All-time top scorers in the World Series Hockey (WSH goals only)
| Rank | Player | Team | Goals |
| 1 | IND Gurjinder Singh | CCO | 19 |
| PAK Syed Imran Warsi | CCH | 19 |
| 3 | IND Len Aiyappa | KL | 13 |
| 4 | IND Deepak Thakur | SP | 12 |
| IND Gurpreet Singh | PS | 12 |
| IND Vikramjit Singh | DW | 12 |
| 7 | IND Prabhjot Singh | SP | 10 |
| CAN Gabbar Singh | CCO | 10 |
| 9 | IND Adam Sinclair | CCH | 9 |
| 10 | PAK Shakeel Abbasi | DW | 8 |

The top goal scorer of the league is awarded with golden stick and a prize money of ₹ 2.5 million (USD 25,000). Apart from this, ₹ 5,000 is given to the players for the goal of the match. Champion team Sher-e-Punjab holds the record for most goals scored (54 in 16 matches). Delhi Wizards and Bhopal Badshahs have conceded the fewest goals (37 in 14 matches).

The highest-scoring matches to date in the World Series Hockey occurred twice: Pune Strykers beat Mumbai Marines and Delhi defeated Punjab. Both the matches ended up 7–5. Out of Pune's 7 goals, 5 were scored by Gurpreet Singh, which is also the most goals scored in a WSH match by an individual.

==Technical committee==
The technical committee for World Series Hockey included Dennis Meredith, former Indian coach Joaquim Carvolho, former captain and one of the best goalkeepers of India Ashish Ballal, former chairman of the International Hockey Federation umpiring committee Peter Von Reth, M.P. Ganesh, Shahbaz Ahmed and Zafar Iqbal.

1996 Atlanta Olympics Indian goalkeeper Alloysius Edwards was chosen as one of the managers of the World Series Hockey, whereas sports medicine expert P. S. M. Chandran, involved with multiple sports at the international level for more than three decades, was elected as chief medical officer.

==Controversies==
The IHF has not been recognised by the International Hockey Federation as the governing body for the sport in India. Instead, the FIH recognises Hockey India as the sole national governing body for the sport. It remained an unsanctioned event as per the FIH statutes.
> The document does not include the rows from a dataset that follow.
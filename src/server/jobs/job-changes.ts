/** Tells those who watch jobs that something changed: progress streams each job, the dispatcher its wake-up calls. */
import { EventEmitter } from 'node:events';

const house = globalThis as typeof globalThis & { buretteJobChanges?: EventEmitter };
const changes = (house.buretteJobChanges ??= new EventEmitter().setMaxListeners(0));

export const announceJobChange = (jobId: string): void => void changes.emit(`changed ${jobId}`);

/** Calls `listener` after each change of the job; returns what stops it. */
export function onJobChange(jobId: string, listener: () => void): () => void {
  changes.on(`changed ${jobId}`, listener);
  return () => changes.off(`changed ${jobId}`, listener);
}

/** A job was launched, extended or cancelled: the dispatcher looks at it anew. */
export const wakeDispatcher = (jobId: string): void => void changes.emit('wake', jobId);

export function onWake(listener: (jobId: string) => void): () => void {
  changes.on('wake', listener);
  return () => changes.off('wake', listener);
}
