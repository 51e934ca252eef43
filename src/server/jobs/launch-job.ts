/** Launches a quoted job in one transaction: checks quote, cap and balance, holds the cap, writes the plan. */
import { Op } from 'sequelize';
import { afterCommit, inWriteTransaction } from '@db/in-write-transaction.ts';
import { Job } from '@db/models/jobs.ts';
import { ModelVersion } from '@db/models/models.ts';
import { ProjectCode } from '@db/models/teams.ts';
import type { JobDocument } from '@/contracts/jobs.ts';
import { accept, refuse, type Result } from '@/domain/refusals.ts';
import type { Actor } from '@/domain/teams/actor.ts';
import { engineVersion } from '@/engine/engine-version.ts';
import { nowText } from '../clock.ts';
import { checkNothingOwed } from '../billing/check-nothing-owed.ts';
import { newId } from '../ids.ts';
import { authorise } from '../teams/authorise.ts';
import { announceJobChange, wakeDispatcher } from './job-changes.ts';
import { capOf, checkOpenJobs, findOpenQuote, openSegment } from './open-segment.ts';
import { presentJob } from './present-job.ts';

export async function launchJob(options: {
  actor: Actor;
  team: string;
  quoteId: string;
  name: string;
  capMicrocredits?: number | undefined;
  /** Id or code. */
  projectCode?: string | undefined;
}): Promise<Result<{ job: JobDocument }>> {
  const authorised = await authorise({ actor: options.actor, team: options.team, permission: 'jobs:launch' });
  if (!authorised.ok) return authorised;
  const { team, userId } = authorised.value;
  if (userId === null) return refuse('forbidden', 'Jobs are launched by people.');
  return inWriteTransaction(async () => {
    const nothingOwed = await checkNothingOwed(team.id);
    if (!nothingOwed.ok) return nothingOwed;
    const quote = await findOpenQuote({ teamId: team.id, quoteId: options.quoteId });
    if (!quote.ok) return quote;
    const open = await checkOpenJobs(team.id);
    if (!open.ok) return open;
    const projectCodeId = await findProjectCode(team.id, options.projectCode);
    if (!projectCodeId.ok) return projectCodeId;
    const cap = capOf(quote.value, options.capMicrocredits);
    if (!cap.ok) return cap;

    const { inputs, modelVersionId, expectedMicrocredits, secondsPerReplicate } = quote.value;
    const version = (await ModelVersion.findByPk(modelVersionId))!;
    const job = await Job.create({
      id: newId('job'),
      teamId: team.id,
      userId,
      modelId: version.modelId,
      modelVersionId,
      projectCodeId: projectCodeId.value,
      name: options.name,
      state: 'queued',
      lane: inputs.lane,
      inputs,
      seed: inputs.seed,
      engineVersion,
      replicatesPlanned: inputs.replicates,
      replicatesDone: 0,
      events: 0,
      expectedMicrocredits,
      chargedMicrocredits: 0,
      heldMicrocredits: cap.value,
      capMicrocredits: cap.value,
      secondsPerReplicate,
      createdAt: nowText(),
    });
    const { species, observables = [] } = version.document;
    const segment = await openSegment({
      job,
      quote: quote.value,
      userId,
      tokenId: options.actor.kind === 'token' ? options.actor.tokenId : null,
      capMicrocredits: cap.value,
      firstReplicate: 0,
      gridPoints: inputs.gridIntervals + 1,
      observables: species.length + observables.length,
    });
    if (!segment.ok) return segment;
    afterCommit(() => {
      announceJobChange(job.id);
      wakeDispatcher(job.id);
    });
    return accept({ job: await presentJob(job) });
  });
}

async function findProjectCode(teamId: string, wanted: string | undefined): Promise<Result<string | null>> {
  if (wanted === undefined) return accept(null);
  const code = await ProjectCode.findOne({ where: { teamId, [Op.or]: [{ id: wanted }, { code: wanted }] } });
  if (!code)
    return refuse('not_found', 'There is no such project code in this team.', {
      errors: [{ path: 'projectCode', code: 'not_found', message: 'Unknown project code.' }],
    });
  return code.closedAt
    ? refuse('project_code_closed', `Project code ${code.code} is closed. Choose an open one.`)
    : accept(code.id);
}
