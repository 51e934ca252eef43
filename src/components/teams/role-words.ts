/** Roles in words, the same on every page and in every choice. */
import type { Role } from '@/domain/teams/permissions.ts';

export const roleWords: Record<Role, { name: string; may: string }> = {
  owner: { name: 'Owner', may: 'everything in the team' },
  finance: { name: 'Finance', may: 'credits, invoices, project codes; launches nothing' },
  modeller: { name: 'Modeller', may: 'models, quotes, jobs' },
  viewer: { name: 'Viewer', may: 'reads models and results' },
};
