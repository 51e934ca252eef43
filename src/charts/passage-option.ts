/** How the share of replicates that have passed grows over time, with its score interval. */
import type { EChartsOption } from 'echarts';
import type { FigureTable } from './figure-table.ts';
import { bandSeries, frame, labelSeries, timeTitle } from './frame.ts';
import { countText, numberText } from './number-text.ts';
import type { ChartTheme } from './palette.ts';

export interface PassageFigure {
  title: string;
  times: readonly number[];
  timeUnit?: string | undefined;
  replicates: number;
  curve: { probability: readonly number[]; lower: readonly number[]; upper: readonly number[] };
}

export function passageOption({ title, times, timeUnit, curve, replicates }: PassageFigure, theme: ChartTheme) {
  const end = times.at(-1)!;
  const base = frame(theme, {
    x: { title: timeTitle(timeUnit), min: times[0]!, max: end },
    y: { title: `P(${title} by then)`, min: 0, max: 1 },
    labels: true,
  });
  return {
    ...base,
    tooltip: {
      ...base.tooltip,
      formatter: (items: unknown) => {
        const at = (items as { dataIndex: number }[])[0]?.dataIndex;
        if (at === undefined) return '';
        return [
          `by ${numberText(times[at]!, 4)}${timeUnit ? ` ${timeUnit}` : ''}`,
          `P = ${numberText(curve.probability[at]!, 4)}`,
          `95 %: ${numberText(curve.lower[at]!, 4)} – ${numberText(curve.upper[at]!, 4)}`,
          `from ${countText(replicates)} replicates`,
        ].join('\n');
      },
    },
    series: [
      bandSeries({
        name: '95 % interval',
        xs: times,
        low: [...curve.lower],
        high: [...curve.upper],
        color: theme.bromo,
        opacity: 0.25,
      }),
      {
        type: 'line',
        name: 'passed',
        showSymbol: false,
        z: 4,
        lineStyle: { color: theme.bromo, width: 2.25 },
        itemStyle: { color: theme.bromo },
        data: times.map((time, at) => [time, curve.probability[at]!]),
      },
      labelSeries([{ x: end, y: curve.probability.at(-1)!, text: 'passed', color: theme.bromo }], theme),
    ],
  } as EChartsOption;
}

export function passageTable({ title, times, timeUnit, curve, replicates }: PassageFigure): FigureTable {
  return {
    caption: `P(${title} by then), from ${countText(replicates)} replicates`,
    columns: [timeTitle(timeUnit), 'probability', '95 % lower', '95 % upper'],
    rows: times.map((time, at) => [time, curve.probability[at]!, curve.lower[at]!, curve.upper[at]!]),
  };
}
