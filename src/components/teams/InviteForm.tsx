/** Invites somebody by e-mail with a set of roles. */
import { useRef, useState } from 'react';
import { callApi, type Called } from '@/components/api/call-api.ts';
import { intentKey } from '@/components/api/intent-key.ts';
import { Button } from '@/components/ui/Button.tsx';
import { TextField } from '@/components/ui/Field.tsx';
import { inviteMember } from '@/contracts/teams.ts';
import type { Role } from '@/domain/teams/permissions.ts';
import { RoleChoice } from './RoleChoice.tsx';
import { WhenLive } from '@/components/ui/WhenLive.tsx';

export function InviteForm({
  team,
  onCall,
}: {
  team: string;
  onCall: (call: Promise<Called<unknown>>, words: string) => Promise<boolean>;
}) {
  const [email, setEmail] = useState('');
  const [roles, setRoles] = useState<Role[]>(['modeller']);
  const [pending, setPending] = useState(false);
  const key = useRef(intentKey());

  async function invite(): Promise<void> {
    setPending(true);
    const call = callApi(inviteMember, { path: { team }, body: { email, roles }, idempotencyKey: key.current });
    const invited = await onCall(call, `An invitation is on its way to ${email}.`);
    key.current = intentKey();
    if (invited) setEmail('');
    setPending(false);
  }

  return (
    <WhenLive>
      <form
        className="flex flex-col gap-4"
        onSubmit={(event) => {
          event.preventDefault();
          if (!pending) void invite();
        }}
      >
        <TextField
          label="E-mail"
          type="email"
          required
          autoComplete="off"
          value={email}
          onChange={(event) => setEmail(event.target.value)}
          fieldClassName="max-w-md"
        />
        <RoleChoice roles={roles} onChange={setRoles} />
        <div>
          <Button type="submit" variant="primary" pending={pending} disabled={roles.length === 0}>
            Send the invitation
          </Button>
        </div>
      </form>
    </WhenLive>
  );
}
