import * as contracts from '@/contracts/billing.ts';
import { receivePaymentEvent } from '@/server/billing/receive-payment-event.ts';
import { endpoint } from '@/server/http/endpoint.ts';

export const POST = endpoint(contracts.receivePaymentEvent, ({ textBody, context }) =>
  receivePaymentEvent({
    body: textBody?.text ?? '',
    signature: context.request.headers.get('stripe-signature'),
  }),
);
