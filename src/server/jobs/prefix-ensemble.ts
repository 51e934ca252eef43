/** The ensemble of a job's complete prefix, merged batch by batch and kept for the next question. */
import { Op } from 'sequelize';
import { Batch, Job } from '@db/models/jobs.ts';
import type { EnsembleSummary, Trace } from '@/engine/ensemble.ts';
import { decodeSummary } from '@/engine/statistics/summary.ts';
import { loadBatch, type BatchContent } from './batch-file.ts';
import { mergedFileName } from './job-folder.ts';
import { storedBatch } from './stored-batch.ts';

export interface PrefixEnsemble {
  replicates: number;
  /** Null while no replicate is complete. */
  summary: EnsembleSummary | null;
  /** Events per replicate, in order, in pieces. */
  events: Float64Array[];
  traces: Trace[];
  kernel: string;
  engineVersion: string;
}

interface Kept {
  ensemble: PrefixEnsemble;
  /** Batches up to and with this one are merged. */
  lastOrdinal: number;
  queue: Promise<unknown>;
}

/** Ensembles kept in memory: those of the jobs asked about last. */
const keptMost = 4;
const kept = new Map<string, Kept>();

const empty = (): Kept => ({
  ensemble: { replicates: 0, summary: null, events: [], traces: [], kernel: '', engineVersion: '' },
  lastOrdinal: -1,
  queue: Promise.resolve(),
});

/** The prefix as it stands now. Calls about one job wait for each other; the answer must not be changed. */
export async function prefixEnsemble(job: Job): Promise<PrefixEnsemble> {
  const entry = kept.get(job.id) ?? empty();
  kept.delete(job.id);
  kept.set(job.id, entry);
  for (const [jobId] of kept) if (kept.size > keptMost && jobId !== job.id) kept.delete(jobId);
  const turn = entry.queue.then(() => catchUp(job, entry));
  entry.queue = turn.catch(() => undefined);
  return turn;
}

/** Forgets what is kept of a job (its files were replaced, or a test starts over). */
export const forgetPrefix = (jobId: string): void => void kept.delete(jobId);

async function catchUp(job: Job, entry: Kept): Promise<PrefixEnsemble> {
  const { ensemble } = entry;
  if (ensemble.replicates === 0 && job.archiveRevision > 0) await startFromMerged(job, ensemble);
  const joined = await Batch.findAll({
    where: {
      jobId: job.id,
      state: 'joined',
      ordinal: { [Op.gt]: entry.lastOrdinal },
      firstReplicate: { [Op.gte]: ensemble.replicates },
    },
    order: [['ordinal', 'ASC']],
  });
  for (const batch of joined) {
    if (batch.completeReplicates > 0) {
      add(ensemble, await storedBatch(job, batch));
      // Decoding and merging block the thread; let requests in between.
      await new Promise((resolve) => setImmediate(resolve));
    }
    entry.lastOrdinal = batch.ordinal;
  }
  return ensemble;
}

async function startFromMerged(job: Job, ensemble: PrefixEnsemble): Promise<void> {
  const name = mergedFileName(job.archiveRevision);
  const merged = await loadBatch({ jobId: job.id, name, sha256: job.prefixSha256 ?? null });
  if (!merged) throw new Error(`The stored results of ${job.id} are missing or damaged.`);
  add(ensemble, merged);
}

function add(ensemble: PrefixEnsemble, content: BatchContent): void {
  if (content.firstReplicate !== ensemble.replicates)
    throw new Error(`Replicate ${ensemble.replicates} was expected next, not ${content.firstReplicate}.`);
  const summary = decodeSummary(content.summary);
  if (ensemble.summary) ensemble.summary.merge(summary);
  else ensemble.summary = summary;
  ensemble.replicates += content.replicateCount;
  ensemble.events.push(content.eventsPerReplicate);
  ensemble.traces.push(...content.traces);
  ensemble.kernel = content.kernel;
  ensemble.engineVersion = content.engineVersion;
}

/** The prefix as one batch, for its file. */
export function asBatch(ensemble: PrefixEnsemble): BatchContent {
  if (!ensemble.summary) throw new Error('An empty prefix has no results.');
  const eventsPerReplicate = new Float64Array(ensemble.replicates);
  let at = 0;
  for (const piece of ensemble.events) {
    eventsPerReplicate.set(piece, at);
    at += piece.length;
  }
  return {
    firstReplicate: 0,
    replicateCount: ensemble.replicates,
    kernel: ensemble.kernel,
    engineVersion: ensemble.engineVersion,
    eventsPerReplicate,
    summary: ensemble.summary.encode(),
    traces: ensemble.traces,
    failure: null,
  };
}
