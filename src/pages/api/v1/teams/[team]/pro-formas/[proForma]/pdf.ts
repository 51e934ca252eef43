import * as contracts from '@/contracts/billing.ts';
import { downloadProFormaPdf } from '@/server/billing/download-pro-forma-pdf.ts';
import { pdfResponse } from '@/server/billing/file-response.ts';
import { endpoint } from '@/server/http/endpoint.ts';

export const GET = endpoint(
  contracts.downloadProFormaPdf,
  async ({ actor, parameters: { team = '', proForma = '' } }) => {
    const printed = await downloadProFormaPdf({ actor, team, proFormaId: proForma });
    return printed.ok ? pdfResponse(printed.value) : printed;
  },
);
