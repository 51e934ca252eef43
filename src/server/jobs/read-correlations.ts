/** Covariances and correlations of the observables that a job noted them of, over the complete prefix as it stands. */
import type { CorrelationsDocument } from '@/contracts/jobs.ts';
import { gridTimes } from '@/domain/jobs/result-outputs.ts';
import { accept, type Result } from '@/domain/refusals.ts';
import type { Actor } from '@/domain/teams/actor.ts';
import { crossMomentsAt } from '@/engine/statistics/cross-statistics.ts';
import { asSummary } from '@/engine/statistics/statistics-of.ts';
import { openResults } from './open-results.ts';

export async function readCorrelations(options: {
  actor: Actor;
  team: string;
  job: string;
  point: number;
}): Promise<Result<CorrelationsDocument>> {
  const opened = await openResults(options);
  if (!opened.ok) return opened;
  const { horizon, gridIntervals } = opened.value.job.inputs;
  const summary = asSummary(opened.value.summary);
  const { observables, pairs = [] } = summary.shape;
  const times = gridTimes(horizon, gridIntervals);
  return accept({
    replicates: summary.replicates,
    times,
    pairs: pairs.map(([first, second], pair): CorrelationsDocument['pairs'][number] => {
      const moments = times.map((_, gridPoint) => crossMomentsAt(summary, pair, gridPoint));
      return {
        observables: [observables[first]!.id, observables[second]!.id],
        covariance: moments.map(({ covariance }) => finite(covariance)),
        covarianceStandardError: moments.map(({ covarianceStandardError }) => finite(covarianceStandardError)),
        correlation: moments.map(({ correlation }) => finite(correlation)),
        correlationStandardError: moments.map(({ correlationStandardError }) => finite(correlationStandardError)),
      };
    }),
  });
}

/** JSON has no NaN. */
const finite = (value: number): number | null => (Number.isFinite(value) ? value : null);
Pakistan Hockey Federation (PHF) has said that any player who participates in the WSH will be banned from domestic competitions. FIH wrote a letter to PHF which clearly stated that the league is unsanctioned and its players would not take part. Earlier, the FIH had stated that those who had signed their contracts before 28 March 2011 could play in the league, but situation has changed. Apart from Rehan, Zeeshan Ashraf, Mudassar Ali, Tariq Aziz, Adnan Maqsood, Waseem Ahmed, Syed Imran Warsi and Shakeel Abbasi were signed to play in WSH.

FIH president Leandro Negre served a direct warning to players looking to participate in the WSH that they will be suspended from international matches. The entire Indian squad signed a contract to play in the league but Negre made it clear that any Indian player who participates will be banned from the Olympic qualifiers and all FIH tournaments.

Former Indian coach Harendra Singh criticized the FIH and Hockey India over interfering in a domestic tournament and stopping players from participating in the WSH. According to him, playing matches is more beneficial for the players than attending camps for the Olympic qualifiers.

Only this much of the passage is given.